T'Chaka appears in media set in the Marvel Cinematic Universe (MCU), portrayed by John Kani as an adult and Atandwa Kani as a young adult.
- T'Chaka first appears in the live-action film Captain America: Civil War, in which he and his son T'Challa attend a United Nations conference to ratify the Sokovia Accords before Helmut Zemo detonates a bomb near the building, which kills T'Chaka.
- T'Chaka appears in the live-action film Black Panther (2018). In flashbacks, he confronted his War Dog brother, N'Jobu for helping Ulysses Klaue steal Vibranium from them and attempting to force Wakanda to take on a more aggressive foreign policy to fight social injustice, which had led to T'Chaka killing N'Jobu in cold blood. Concerned with maintaining Wakanda's security, he subsequently abandoned his nephew, Erik Stevens. Upon learning of what happened and amidst Erik's effort to take over Wakanda in the present, T'Challa confronts T'Chaka and their ancestors in the ancestral plane before vowing to correct their mistakes.
- Alternate timeline variants of T'Chaka appear in the Disney+ animated series What If...?.
  - In "What If... T'Challa Became a Star-Lord?", T'Chaka was first seen in a flashback advising his son T'Challa against exploring the outskirts of Wakanda which led to him getting abducted by the Ravagers by mistake and becoming Star Lord. He would later be reunited with his son when he and the Ravagers come to Wakanda and hears about his exploits throughout the galaxy.
  - In "What If... Killmonger Rescued Tony Stark?", T'Chaka meets his estranged nephew Killmonger after he brings Ulysses Klaue's dead body to him sometime after T'Challa's death.
  - In "What If... Peter Quill Attacked Earth's Mightiest Heroes?", a younger T'Chaka is among the heroes recruited by Howard Stark and Peggy Carter to fight a young Peter Quill and Ego.

===Television===
- T'Chaka as the Black Panther makes a non-speaking cameo appearance in the X-Men: The Animated Series episode "Sanctuary".
- T'Chaka appears in the Fantastic Four episode "Panther's Prey", voiced by Beau Weaver.
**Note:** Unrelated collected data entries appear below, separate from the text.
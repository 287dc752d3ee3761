//! The report of `copyloop noise`.

use super::num;
use super::svg::{Chart, Point, Series, Style};
use super::table::Table;
use crate::noise::NoiseReport;
use crate::stationary::{self, Plan};
use serde_json::Value;

/// The JSON document of `noise` (the report's own serialisation).
pub fn json(report: &NoiseReport) -> Value {
    serde_json::to_value(report).unwrap_or(Value::Null)
}

/// `x [lo, hi]` with the interval's bounds.
fn with_interval(x: f64, ci: [f64; 2]) -> String {
    if ci[0].is_finite() && ci[1].is_finite() {
        format!("{} [{}, {}]", num(x), num(ci[0]), num(ci[1]))
    } else {
        num(x)
    }
}

/// The lines that say how the window was chosen and whether its figures can be trusted.
pub fn plan_lines(plan: &Plan) -> Vec<String> {
    let mut out = Vec::new();
    let how = if plan.burn_in_found {
        "found from the slowest relaxation time"
    } else {
        "given"
    };
    out.push(format!(
        "statistics over [{}, {}] s (burn-in {how}), started from the {}; slowest relaxation time {} s",
        num(plan.burn_in),
        num(plan.t_end),
        plan.started_from.describe(),
        num(plan.relaxation_time)
    ));
    if let Some(sh) = &plan.shortened {
        out.push(format!(
            "SHORTENED: the rule asks for a burn-in of {} s and an end at {} s; both were cut in \
             proportion to stay within {} events per replicate. Give --burn-in and --t-end to run \
             the full window.",
            num(sh.full_burn_in),
            num(sh.full_t_end),
            num(sh.event_budget)
        ));
    }
    let c = plan.coverage();
    if !c.reliable {
        let why = match (c.burn_in_relaxation_times, c.window_relaxation_times) {
            (Some(b), Some(w)) => format!(
                "the burn-in covers {} and the window {} relaxation times (at least {} each are needed)",
                num(b),
                num(w),
                num(stationary::RELIABLE_TAUS)
            ),
            _ => "the relaxation time is unknown (no stable steady state)".to_string(),
        };
        out.push(format!(
            "UNRELIABLE: {why}; the replicates may not have reached their stationary law, so \
             variances and Fano factors can be far off."
        ));
    }
    out
}

/// The readable report.
pub fn table(report: &NoiseReport) -> String {
    let mut out = String::new();
    for v in &report.volumes {
        let vol = v
            .volume_l
            .map_or("no volume".to_string(), |l| format!("volume {} L", num(l)));
        out.push_str(&format!(
            "{}: {vol}, {} replicates\n",
            report.file, v.replicates
        ));
        for line in plan_lines(&v.plan) {
            out.push_str(&format!("  {line}\n"));
        }
        let mut t = Table::new(&[
            "species",
            "mean [95 % CI]",
            "variance [95 % CI]",
            "CV [95 % CI]",
            "Fano [95 % CI]",
            "LNA mean",
            "LNA variance",
            "LNA CV",
            "exact mean",
            "exact variance",
            "exact Fano",
        ]);
        let mark = if v.plan.coverage().reliable {
            ""
        } else {
            " (!)"
        };
        for s in v.species.iter().filter(|s| !s.clamped) {
            t.row(vec![
                s.name.clone(),
                with_interval(s.mean, s.mean_ci95),
                format!("{}{mark}", with_interval(s.variance, s.variance_ci95)),
                format!("{}{mark}", with_interval(s.cv, s.cv_ci95)),
                format!("{}{mark}", with_interval(s.fano, s.fano_ci95)),
                num(s.lna_mean),
                num(s.lna_variance),
                num(s.lna_cv),
                s.exact_mean.map_or("-".into(), num),
                s.exact_variance.map_or("-".into(), num),
                s.exact_fano.map_or("-".into(), num),
            ]);
        }
        out.push_str(&t.render());
        if !v.outputs.is_empty() {
            let mut t = Table::new(&["accumulates", "rate (molecules/s)", "ensemble [95 % CI]"]);
            for o in &v.outputs {
                t.row(vec![
                    o.name.clone(),
                    num(o.rate_per_s),
                    with_interval(o.ensemble_rate_per_s, o.ensemble_rate_ci95),
                ]);
            }
            out.push_str(&t.render());
        }
        if let Some(n) = &v.lna_note {
            out.push_str(&format!("  linear noise approximation unavailable: {n}\n"));
        }
        match (&v.exact_note, v.exact_truncation_error, v.exact_states) {
            (Some(n), _, _) => out.push_str(&format!("  exact columns unavailable: {n}\n")),
            (None, Some(e), Some(states)) => out.push_str(&format!(
                "  exact: stationary master equation on {states} states (finite state projection, boundary probability {})\n",
                num(e)
            )),
            _ => {}
        }
        out.push('\n');
    }
    out.push_str(
        "counts in molecules; intervals are 95 %; Poisson noise has Fano 1 and CV 1/√mean; (!) marks figures from a window too short to trust\n",
    );
    out
}

/// CV against mean copy number on log–log axes with the Poisson line CV = 1/√N.
pub fn svg(report: &NoiseReport) -> String {
    let (file, vols) = (&report.file, &report.volumes);
    let pts = |f: &dyn Fn(&crate::noise::SpeciesNoise) -> (f64, f64)| -> Vec<Point> {
        vols.iter()
            .flat_map(|v| v.species.iter().filter(|s| !s.clamped))
            .map(|s| {
                let (x, y) = f(s);
                Point {
                    x,
                    y,
                    interval: None,
                }
            })
            .filter(|p| p.x > 0.0 && p.y > 0.0 && p.x.is_finite() && p.y.is_finite())
            .collect()
    };
    let ensemble = pts(&|s| (s.mean, s.cv));
    let lna = pts(&|s| (s.lna_mean, s.lna_cv));
    let (lo, hi) = ensemble
        .iter()
        .chain(&lna)
        .fold((f64::INFINITY, 0.0f64), |(a, b), p| {
            (a.min(p.x), b.max(p.x))
        });
    let line = if lo.is_finite() && hi > 0.0 {
        (0..=20)
            .map(|k| {
                let x = lo * (hi / lo).powf(k as f64 / 20.0);
                Point {
                    x,
                    y: 1.0 / x.sqrt(),
                    interval: None,
                }
            })
            .collect()
    } else {
        Vec::new()
    };
    Chart {
        title: format!("{file}: noise against copy number"),
        x_label: "mean copy number (molecules)".into(),
        y_label: "coefficient of variation".into(),
        x_log: true,
        y_log: true,
        series: vec![
            Series {
                name: "ensemble".into(),
                style: Style::Markers,
                points: ensemble,
            },
            Series {
                name: "linear noise".into(),
                style: Style::Markers,
                points: lna,
            },
            Series {
                name: "1/√N (Poisson)".into(),
                style: Style::Dashed,
                points: line,
            },
        ],
        x_categories: Vec::new(),
    }
    .render()
}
- T'Chaka appears in a flashback in the Black Panther (2011) episode "Revenge of the Evil", voiced by Jonathan Adams.
- T'Chaka appears in The Avengers: Earth's Mightiest Heroes episode "The Man in the Ant Hill", voiced by Hakeem Kae-Kazim. This version was killed by Man-Ape and Klaw.
- T'Chaka appears in Avengers Assemble, voiced by Keith David as an adult and James C. Mathis III as a child. This version provided Howard Stark with the vibranium used in the creation of Captain America's shield after he helped him fend off a Hydra invasion during World War II, before later dying under unspecified circumstances.
- T'Chaka as the Black Panther appears in the X-Men '97 episode "Tolerance is Extinction - Part 3", voiced by Isaac Robinson-Smith.